Stored data entries:
────────

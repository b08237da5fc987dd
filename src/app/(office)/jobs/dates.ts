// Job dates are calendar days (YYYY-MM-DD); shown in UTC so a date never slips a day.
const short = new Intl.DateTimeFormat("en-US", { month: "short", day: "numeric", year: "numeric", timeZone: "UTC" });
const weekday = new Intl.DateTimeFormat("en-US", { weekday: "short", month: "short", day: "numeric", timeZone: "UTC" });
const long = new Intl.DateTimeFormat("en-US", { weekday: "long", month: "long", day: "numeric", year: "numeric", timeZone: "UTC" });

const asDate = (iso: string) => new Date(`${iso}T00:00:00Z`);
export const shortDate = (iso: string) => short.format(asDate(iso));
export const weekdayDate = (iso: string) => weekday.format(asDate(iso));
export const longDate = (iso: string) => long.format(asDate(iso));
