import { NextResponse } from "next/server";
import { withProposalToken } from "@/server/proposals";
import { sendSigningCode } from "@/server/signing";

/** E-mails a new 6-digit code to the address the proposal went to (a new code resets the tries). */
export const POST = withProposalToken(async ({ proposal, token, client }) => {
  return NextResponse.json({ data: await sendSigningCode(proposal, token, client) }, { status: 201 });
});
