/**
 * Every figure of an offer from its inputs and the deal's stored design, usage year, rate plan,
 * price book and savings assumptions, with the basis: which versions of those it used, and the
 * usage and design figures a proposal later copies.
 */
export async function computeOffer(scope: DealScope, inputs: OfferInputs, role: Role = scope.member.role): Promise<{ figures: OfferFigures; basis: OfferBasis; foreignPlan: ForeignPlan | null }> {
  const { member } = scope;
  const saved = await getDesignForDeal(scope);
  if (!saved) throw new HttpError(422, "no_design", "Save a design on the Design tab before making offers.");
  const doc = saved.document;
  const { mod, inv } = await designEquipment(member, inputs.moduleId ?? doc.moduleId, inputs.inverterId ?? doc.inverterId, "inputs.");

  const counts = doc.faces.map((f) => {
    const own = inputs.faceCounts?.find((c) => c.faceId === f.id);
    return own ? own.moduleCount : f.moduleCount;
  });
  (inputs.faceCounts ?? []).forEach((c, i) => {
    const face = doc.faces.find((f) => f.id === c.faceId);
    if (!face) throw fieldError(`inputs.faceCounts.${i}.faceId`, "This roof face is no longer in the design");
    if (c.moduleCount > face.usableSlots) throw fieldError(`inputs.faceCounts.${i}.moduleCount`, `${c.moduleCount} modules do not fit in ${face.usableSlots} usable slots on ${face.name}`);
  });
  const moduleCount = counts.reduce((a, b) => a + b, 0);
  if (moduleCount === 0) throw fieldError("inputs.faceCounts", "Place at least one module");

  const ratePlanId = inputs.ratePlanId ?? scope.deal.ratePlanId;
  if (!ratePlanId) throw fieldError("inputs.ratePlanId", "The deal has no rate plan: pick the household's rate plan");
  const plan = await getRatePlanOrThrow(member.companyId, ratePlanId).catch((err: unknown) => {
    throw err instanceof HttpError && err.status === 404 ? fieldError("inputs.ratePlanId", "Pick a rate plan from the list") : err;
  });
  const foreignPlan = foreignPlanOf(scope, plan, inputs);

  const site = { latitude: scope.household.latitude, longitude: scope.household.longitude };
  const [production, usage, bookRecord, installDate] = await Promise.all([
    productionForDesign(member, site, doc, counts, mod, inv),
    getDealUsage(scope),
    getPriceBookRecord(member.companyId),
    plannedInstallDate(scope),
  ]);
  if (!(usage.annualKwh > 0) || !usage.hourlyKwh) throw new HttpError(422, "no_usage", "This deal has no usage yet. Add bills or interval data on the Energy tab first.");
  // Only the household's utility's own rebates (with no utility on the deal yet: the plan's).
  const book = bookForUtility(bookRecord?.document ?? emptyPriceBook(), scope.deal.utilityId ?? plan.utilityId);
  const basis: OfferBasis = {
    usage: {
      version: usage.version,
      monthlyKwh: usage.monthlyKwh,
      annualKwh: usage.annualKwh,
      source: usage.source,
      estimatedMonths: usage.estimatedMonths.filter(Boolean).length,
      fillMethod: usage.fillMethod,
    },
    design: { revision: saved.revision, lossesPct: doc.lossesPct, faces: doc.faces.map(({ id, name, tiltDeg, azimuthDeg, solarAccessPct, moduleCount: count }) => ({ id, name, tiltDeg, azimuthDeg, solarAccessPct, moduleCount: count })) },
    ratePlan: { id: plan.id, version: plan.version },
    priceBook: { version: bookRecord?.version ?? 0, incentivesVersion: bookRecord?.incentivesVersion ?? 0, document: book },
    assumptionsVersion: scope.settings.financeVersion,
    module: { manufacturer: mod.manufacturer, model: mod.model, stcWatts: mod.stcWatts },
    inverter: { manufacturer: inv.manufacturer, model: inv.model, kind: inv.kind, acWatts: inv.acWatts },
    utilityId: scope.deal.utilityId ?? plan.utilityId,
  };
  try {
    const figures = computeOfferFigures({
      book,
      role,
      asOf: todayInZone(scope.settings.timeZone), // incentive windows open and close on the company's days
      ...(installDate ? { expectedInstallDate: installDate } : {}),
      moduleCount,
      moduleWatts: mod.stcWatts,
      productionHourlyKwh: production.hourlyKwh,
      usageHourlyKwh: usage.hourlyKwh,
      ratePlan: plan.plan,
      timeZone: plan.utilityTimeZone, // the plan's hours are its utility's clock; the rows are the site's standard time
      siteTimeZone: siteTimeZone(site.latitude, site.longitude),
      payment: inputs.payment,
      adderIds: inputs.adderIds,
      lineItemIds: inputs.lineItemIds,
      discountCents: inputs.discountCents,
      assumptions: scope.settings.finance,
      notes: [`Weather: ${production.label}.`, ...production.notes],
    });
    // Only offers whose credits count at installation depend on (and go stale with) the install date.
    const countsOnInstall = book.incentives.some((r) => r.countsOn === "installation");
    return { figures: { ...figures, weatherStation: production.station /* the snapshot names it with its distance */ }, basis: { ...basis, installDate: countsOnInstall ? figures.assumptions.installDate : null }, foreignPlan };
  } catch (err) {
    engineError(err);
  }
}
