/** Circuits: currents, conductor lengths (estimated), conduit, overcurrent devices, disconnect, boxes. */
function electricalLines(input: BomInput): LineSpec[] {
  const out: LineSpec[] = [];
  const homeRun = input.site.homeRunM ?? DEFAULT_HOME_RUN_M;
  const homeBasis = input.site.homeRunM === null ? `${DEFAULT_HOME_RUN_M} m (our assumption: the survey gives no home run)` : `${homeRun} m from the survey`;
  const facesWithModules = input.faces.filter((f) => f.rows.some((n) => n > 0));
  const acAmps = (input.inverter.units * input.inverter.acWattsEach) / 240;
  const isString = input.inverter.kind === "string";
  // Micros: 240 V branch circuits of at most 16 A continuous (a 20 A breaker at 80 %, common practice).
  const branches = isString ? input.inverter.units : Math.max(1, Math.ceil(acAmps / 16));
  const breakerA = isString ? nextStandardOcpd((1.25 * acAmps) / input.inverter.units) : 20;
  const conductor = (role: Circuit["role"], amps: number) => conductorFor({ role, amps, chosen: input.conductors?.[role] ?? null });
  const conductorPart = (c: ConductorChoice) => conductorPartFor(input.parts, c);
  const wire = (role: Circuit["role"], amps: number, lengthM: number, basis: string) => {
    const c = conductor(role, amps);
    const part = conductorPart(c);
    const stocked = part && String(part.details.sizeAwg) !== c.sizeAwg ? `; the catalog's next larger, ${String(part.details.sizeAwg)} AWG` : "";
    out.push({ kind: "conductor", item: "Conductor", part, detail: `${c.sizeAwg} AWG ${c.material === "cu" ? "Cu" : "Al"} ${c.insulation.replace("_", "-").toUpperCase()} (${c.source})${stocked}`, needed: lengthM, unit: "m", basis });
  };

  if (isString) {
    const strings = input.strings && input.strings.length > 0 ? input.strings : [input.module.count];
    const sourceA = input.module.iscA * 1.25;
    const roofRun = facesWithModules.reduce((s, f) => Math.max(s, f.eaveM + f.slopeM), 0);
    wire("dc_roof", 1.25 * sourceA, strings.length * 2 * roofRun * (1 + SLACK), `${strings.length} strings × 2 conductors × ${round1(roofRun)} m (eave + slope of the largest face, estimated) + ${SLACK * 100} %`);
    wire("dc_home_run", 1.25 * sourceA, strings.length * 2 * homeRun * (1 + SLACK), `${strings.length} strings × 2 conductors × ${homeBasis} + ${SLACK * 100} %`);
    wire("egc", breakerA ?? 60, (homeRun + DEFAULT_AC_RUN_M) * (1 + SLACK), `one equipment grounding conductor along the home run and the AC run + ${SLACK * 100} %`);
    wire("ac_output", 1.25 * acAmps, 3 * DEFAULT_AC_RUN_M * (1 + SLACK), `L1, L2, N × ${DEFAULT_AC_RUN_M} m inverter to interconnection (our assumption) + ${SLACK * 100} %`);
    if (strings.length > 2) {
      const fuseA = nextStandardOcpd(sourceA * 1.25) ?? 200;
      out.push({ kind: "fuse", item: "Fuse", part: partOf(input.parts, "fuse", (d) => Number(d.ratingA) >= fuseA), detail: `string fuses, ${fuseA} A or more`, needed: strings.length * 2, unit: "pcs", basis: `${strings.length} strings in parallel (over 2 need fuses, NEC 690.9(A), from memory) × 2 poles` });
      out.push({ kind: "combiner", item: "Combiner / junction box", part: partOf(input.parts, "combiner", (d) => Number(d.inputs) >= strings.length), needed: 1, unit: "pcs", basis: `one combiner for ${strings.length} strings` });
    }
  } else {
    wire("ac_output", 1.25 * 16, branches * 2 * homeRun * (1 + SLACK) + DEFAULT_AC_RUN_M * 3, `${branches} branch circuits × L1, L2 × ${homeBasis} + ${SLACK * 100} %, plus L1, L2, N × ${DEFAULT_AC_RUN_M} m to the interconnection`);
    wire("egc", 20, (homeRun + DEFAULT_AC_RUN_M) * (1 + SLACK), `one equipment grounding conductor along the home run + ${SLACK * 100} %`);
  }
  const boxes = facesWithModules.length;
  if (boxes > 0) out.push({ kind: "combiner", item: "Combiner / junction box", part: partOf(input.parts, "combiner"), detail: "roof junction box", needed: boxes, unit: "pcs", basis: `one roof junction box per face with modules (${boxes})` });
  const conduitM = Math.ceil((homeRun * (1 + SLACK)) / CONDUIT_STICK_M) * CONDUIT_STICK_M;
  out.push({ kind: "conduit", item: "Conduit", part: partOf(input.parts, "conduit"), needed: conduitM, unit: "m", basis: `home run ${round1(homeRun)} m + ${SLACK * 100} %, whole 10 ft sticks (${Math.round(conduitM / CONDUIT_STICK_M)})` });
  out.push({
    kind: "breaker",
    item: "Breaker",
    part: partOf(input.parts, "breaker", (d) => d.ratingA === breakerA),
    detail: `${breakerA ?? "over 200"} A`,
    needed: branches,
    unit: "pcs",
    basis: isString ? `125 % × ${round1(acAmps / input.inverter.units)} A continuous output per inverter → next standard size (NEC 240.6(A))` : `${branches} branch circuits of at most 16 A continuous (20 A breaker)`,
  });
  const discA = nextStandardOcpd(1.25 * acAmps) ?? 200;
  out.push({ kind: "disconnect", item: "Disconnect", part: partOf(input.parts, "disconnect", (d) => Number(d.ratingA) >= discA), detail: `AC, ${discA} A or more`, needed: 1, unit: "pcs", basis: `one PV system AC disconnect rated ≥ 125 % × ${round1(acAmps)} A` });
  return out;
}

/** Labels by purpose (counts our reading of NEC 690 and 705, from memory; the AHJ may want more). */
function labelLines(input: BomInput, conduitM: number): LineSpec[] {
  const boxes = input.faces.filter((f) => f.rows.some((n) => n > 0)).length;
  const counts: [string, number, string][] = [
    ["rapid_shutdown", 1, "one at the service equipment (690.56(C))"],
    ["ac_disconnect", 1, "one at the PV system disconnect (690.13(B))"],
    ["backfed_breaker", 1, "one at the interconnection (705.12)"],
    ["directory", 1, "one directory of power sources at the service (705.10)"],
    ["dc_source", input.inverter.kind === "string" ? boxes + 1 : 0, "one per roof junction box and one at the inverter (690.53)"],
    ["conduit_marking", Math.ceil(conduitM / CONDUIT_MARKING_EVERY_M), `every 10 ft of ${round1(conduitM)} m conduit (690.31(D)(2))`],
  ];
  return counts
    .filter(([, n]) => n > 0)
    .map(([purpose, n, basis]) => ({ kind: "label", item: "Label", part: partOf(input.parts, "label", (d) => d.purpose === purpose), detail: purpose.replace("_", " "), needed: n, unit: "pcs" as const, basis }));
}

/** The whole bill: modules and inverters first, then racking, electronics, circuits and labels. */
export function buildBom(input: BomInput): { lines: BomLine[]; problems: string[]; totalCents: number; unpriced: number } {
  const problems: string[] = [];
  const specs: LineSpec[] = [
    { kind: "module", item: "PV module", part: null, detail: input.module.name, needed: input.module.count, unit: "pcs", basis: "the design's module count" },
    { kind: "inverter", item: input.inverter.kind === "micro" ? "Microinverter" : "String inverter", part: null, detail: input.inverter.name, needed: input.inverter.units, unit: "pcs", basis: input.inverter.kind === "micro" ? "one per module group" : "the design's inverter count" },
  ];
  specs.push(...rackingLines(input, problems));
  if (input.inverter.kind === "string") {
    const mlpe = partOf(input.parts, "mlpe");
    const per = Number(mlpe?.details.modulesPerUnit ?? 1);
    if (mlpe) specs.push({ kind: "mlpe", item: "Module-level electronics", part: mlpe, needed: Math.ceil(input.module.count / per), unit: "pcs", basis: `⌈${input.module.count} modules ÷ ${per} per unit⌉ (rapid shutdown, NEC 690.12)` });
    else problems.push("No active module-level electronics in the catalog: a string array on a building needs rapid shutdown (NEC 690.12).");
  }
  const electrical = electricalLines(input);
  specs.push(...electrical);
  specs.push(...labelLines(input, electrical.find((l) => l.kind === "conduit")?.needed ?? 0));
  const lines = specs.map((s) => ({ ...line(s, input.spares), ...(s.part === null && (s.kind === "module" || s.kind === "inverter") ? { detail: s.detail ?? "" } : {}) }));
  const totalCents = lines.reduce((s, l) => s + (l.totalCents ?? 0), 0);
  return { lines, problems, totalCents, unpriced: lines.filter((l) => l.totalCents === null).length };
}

────────

## TRY IT
Will you return exactly the lines above from the one with "conduitM: number): LineSpec[]" down to the one with "the service equipment", counting both as part of the range?

## FINISHED TASK
function labelLines(input: BomInput, conduitM: number): LineSpec[] {
  const boxes = input.faces.filter((f) => f.rows.some((n) => n > 0)).length;
  const counts: [string, number, string][] = [
    ["rapid_shutdown", 1, "one at the service equipment (690.56(C))"],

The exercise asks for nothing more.